- What is needed
Filter the records for "ValueAxis" and keep each line that has it.
________________
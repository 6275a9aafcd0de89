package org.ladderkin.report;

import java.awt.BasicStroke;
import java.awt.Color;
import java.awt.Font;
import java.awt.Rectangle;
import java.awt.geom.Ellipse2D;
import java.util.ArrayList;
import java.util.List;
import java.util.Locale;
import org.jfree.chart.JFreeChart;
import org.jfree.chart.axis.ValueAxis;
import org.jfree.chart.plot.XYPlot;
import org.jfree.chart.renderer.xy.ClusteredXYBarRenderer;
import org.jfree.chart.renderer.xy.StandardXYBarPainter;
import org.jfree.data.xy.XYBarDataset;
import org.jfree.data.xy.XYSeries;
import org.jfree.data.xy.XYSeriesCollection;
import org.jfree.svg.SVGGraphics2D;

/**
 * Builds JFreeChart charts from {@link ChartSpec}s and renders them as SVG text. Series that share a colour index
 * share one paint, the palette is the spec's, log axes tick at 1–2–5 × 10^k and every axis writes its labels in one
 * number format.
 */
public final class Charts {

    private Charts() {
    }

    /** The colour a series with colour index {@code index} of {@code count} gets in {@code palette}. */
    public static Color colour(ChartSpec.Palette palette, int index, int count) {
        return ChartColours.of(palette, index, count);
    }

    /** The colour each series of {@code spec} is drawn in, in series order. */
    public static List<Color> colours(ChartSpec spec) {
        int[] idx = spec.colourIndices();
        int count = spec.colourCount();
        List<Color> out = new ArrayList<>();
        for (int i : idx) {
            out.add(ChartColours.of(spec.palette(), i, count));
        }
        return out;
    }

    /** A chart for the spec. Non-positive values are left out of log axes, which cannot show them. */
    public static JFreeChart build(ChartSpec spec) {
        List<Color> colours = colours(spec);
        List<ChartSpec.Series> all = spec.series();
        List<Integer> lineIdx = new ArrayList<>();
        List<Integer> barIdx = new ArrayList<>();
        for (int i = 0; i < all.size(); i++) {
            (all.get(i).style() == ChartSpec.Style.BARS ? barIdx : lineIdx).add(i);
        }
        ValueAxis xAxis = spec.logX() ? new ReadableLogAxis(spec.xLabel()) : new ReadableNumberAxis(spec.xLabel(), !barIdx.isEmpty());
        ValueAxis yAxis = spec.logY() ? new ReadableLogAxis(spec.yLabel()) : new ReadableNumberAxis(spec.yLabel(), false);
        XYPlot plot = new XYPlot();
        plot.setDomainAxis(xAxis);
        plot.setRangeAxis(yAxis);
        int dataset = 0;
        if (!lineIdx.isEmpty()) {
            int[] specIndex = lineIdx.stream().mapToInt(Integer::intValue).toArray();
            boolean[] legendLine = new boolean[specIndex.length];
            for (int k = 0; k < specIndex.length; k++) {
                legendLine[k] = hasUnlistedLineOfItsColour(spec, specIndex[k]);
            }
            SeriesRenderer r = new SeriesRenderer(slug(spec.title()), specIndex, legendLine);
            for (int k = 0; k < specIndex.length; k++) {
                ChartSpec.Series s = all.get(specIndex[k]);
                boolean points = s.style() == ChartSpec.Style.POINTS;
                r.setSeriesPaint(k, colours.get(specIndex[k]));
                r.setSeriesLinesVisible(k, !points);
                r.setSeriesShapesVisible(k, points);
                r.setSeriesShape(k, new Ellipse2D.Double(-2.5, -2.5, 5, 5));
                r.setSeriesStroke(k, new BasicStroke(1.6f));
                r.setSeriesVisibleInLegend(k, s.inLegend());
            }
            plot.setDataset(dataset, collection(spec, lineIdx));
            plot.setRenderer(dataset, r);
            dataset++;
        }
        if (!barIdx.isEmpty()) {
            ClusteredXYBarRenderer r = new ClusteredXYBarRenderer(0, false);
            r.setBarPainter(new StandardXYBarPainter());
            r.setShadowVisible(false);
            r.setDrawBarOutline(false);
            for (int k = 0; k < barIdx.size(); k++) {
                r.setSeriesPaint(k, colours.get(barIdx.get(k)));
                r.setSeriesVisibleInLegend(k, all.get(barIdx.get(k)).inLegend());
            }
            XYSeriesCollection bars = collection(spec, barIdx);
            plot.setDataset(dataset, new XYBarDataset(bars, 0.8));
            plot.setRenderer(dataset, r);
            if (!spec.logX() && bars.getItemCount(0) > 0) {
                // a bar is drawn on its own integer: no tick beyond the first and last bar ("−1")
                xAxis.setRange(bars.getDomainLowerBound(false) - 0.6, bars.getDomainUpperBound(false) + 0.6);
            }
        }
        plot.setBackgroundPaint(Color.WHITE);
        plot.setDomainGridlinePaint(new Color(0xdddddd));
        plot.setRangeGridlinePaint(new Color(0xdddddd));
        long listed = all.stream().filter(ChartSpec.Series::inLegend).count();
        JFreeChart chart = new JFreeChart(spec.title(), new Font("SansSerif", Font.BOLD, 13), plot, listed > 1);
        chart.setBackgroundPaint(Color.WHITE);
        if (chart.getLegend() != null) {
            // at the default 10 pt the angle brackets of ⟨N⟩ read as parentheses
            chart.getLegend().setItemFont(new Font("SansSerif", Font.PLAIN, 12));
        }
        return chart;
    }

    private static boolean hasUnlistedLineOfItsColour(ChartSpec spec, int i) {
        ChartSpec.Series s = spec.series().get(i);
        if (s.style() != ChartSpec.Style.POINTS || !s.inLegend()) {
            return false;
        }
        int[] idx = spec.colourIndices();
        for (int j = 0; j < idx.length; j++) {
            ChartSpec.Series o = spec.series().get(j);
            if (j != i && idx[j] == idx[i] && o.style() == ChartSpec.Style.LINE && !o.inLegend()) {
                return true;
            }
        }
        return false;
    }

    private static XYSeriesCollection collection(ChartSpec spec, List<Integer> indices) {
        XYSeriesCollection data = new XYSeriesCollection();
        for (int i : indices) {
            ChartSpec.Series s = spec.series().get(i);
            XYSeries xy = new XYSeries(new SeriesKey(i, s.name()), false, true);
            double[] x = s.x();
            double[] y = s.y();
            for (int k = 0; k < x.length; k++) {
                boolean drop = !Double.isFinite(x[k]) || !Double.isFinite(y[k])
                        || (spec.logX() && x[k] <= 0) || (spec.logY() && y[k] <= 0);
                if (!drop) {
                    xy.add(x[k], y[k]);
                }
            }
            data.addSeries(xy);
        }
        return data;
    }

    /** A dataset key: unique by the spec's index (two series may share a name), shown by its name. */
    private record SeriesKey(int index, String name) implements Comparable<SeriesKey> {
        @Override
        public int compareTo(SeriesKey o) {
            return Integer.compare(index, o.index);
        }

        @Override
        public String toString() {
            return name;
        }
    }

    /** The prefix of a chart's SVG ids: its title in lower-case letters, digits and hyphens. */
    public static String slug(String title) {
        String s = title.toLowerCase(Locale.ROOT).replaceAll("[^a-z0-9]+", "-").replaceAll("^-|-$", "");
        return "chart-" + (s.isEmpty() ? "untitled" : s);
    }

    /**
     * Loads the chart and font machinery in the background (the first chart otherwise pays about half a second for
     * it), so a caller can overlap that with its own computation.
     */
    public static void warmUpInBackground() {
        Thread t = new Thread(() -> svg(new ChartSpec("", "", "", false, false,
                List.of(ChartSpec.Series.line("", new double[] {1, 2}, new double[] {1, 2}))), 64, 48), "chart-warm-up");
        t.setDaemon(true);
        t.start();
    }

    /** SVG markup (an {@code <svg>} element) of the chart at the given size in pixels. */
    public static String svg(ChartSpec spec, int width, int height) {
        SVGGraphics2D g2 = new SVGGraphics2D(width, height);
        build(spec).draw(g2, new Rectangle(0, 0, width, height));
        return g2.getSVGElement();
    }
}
________________
- Problem solution
import org.jfree.chart.axis.ValueAxis;
        ValueAxis xAxis = spec.logX() ? new ReadableLogAxis(spec.xLabel()) : new ReadableNumberAxis(spec.xLabel(), !barIdx.isEmpty());
        ValueAxis yAxis = spec.logY() ? new ReadableLogAxis(spec.yLabel()) : new ReadableNumberAxis(spec.yLabel(), false);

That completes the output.